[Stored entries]
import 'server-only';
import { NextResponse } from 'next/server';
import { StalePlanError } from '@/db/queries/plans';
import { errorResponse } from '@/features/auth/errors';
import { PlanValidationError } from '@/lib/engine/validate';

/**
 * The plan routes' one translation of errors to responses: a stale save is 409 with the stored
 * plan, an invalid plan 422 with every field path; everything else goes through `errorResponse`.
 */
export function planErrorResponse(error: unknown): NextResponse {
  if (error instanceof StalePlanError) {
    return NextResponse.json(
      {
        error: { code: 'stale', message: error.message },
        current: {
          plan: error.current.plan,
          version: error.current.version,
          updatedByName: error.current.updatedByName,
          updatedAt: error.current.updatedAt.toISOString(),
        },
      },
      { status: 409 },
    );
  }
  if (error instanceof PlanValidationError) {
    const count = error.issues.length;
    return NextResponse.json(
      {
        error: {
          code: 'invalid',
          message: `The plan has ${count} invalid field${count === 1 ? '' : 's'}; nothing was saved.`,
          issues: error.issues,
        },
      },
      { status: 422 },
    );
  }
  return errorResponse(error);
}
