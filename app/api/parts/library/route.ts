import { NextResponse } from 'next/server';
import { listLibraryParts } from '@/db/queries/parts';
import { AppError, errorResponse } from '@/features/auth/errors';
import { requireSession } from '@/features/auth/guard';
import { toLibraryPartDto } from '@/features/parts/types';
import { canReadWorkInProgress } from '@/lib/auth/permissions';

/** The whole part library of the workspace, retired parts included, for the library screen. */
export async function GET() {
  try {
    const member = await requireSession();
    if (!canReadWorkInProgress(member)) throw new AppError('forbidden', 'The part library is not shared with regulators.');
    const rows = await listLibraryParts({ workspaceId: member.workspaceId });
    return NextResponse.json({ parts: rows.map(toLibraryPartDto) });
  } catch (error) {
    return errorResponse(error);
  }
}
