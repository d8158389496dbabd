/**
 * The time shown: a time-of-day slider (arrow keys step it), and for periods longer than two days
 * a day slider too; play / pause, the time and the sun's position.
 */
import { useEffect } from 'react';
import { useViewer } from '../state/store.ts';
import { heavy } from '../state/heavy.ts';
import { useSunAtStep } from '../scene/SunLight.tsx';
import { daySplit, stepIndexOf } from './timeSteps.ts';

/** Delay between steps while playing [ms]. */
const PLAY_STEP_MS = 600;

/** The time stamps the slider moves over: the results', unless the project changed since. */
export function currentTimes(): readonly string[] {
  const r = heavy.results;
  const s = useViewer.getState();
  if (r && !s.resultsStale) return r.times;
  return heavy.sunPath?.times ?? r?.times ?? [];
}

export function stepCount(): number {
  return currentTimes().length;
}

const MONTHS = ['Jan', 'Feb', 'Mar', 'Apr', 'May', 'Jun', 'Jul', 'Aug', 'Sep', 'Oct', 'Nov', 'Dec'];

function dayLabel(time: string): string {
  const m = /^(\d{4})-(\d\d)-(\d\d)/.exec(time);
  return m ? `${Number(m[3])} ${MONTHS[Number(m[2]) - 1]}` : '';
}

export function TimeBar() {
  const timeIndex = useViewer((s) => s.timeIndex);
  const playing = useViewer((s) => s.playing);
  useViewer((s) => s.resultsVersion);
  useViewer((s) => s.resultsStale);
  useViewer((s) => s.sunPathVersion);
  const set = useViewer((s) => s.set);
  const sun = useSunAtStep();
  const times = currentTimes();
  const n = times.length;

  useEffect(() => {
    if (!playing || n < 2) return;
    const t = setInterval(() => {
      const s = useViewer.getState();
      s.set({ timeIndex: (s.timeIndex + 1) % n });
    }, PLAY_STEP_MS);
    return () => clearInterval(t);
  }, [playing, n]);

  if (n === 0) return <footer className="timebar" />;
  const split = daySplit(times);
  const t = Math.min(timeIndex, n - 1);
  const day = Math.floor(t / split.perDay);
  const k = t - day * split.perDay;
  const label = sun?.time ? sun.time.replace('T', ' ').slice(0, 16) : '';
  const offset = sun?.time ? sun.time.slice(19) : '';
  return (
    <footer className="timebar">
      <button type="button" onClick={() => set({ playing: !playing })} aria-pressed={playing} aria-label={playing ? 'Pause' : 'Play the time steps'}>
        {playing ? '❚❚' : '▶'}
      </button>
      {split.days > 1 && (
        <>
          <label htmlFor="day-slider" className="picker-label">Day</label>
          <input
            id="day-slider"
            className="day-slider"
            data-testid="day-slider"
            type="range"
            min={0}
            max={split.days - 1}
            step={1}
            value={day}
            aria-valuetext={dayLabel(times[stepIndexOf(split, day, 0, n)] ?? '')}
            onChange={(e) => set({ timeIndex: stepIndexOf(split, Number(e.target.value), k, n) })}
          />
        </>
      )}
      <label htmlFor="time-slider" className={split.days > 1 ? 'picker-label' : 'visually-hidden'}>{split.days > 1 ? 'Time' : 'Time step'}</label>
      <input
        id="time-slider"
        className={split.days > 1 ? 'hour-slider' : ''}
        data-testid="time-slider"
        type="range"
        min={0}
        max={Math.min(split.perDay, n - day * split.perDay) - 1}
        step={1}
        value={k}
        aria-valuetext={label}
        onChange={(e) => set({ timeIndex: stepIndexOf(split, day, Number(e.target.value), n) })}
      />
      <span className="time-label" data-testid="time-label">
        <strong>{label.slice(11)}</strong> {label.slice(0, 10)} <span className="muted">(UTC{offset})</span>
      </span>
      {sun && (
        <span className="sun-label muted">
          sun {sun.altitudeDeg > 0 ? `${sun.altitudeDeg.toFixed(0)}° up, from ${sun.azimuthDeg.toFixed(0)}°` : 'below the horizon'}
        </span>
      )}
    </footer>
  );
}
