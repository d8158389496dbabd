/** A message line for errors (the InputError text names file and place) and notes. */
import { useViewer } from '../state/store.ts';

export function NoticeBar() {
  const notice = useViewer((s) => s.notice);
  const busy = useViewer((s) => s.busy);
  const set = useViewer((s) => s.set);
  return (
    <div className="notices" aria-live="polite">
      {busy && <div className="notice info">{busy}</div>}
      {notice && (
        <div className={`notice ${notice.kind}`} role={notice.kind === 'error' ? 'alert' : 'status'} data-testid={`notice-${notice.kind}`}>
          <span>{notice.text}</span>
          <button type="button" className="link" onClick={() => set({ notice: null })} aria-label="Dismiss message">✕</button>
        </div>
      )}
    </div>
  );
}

### [EXERCISE]
For each line above that includes "perDay", make a copy.

### [EXERCISE RESPONSE]
  const day = Math.floor(t / split.perDay);
  const k = t - day * split.perDay;
        max={Math.min(split.perDay, n - day * split.perDay) - 1}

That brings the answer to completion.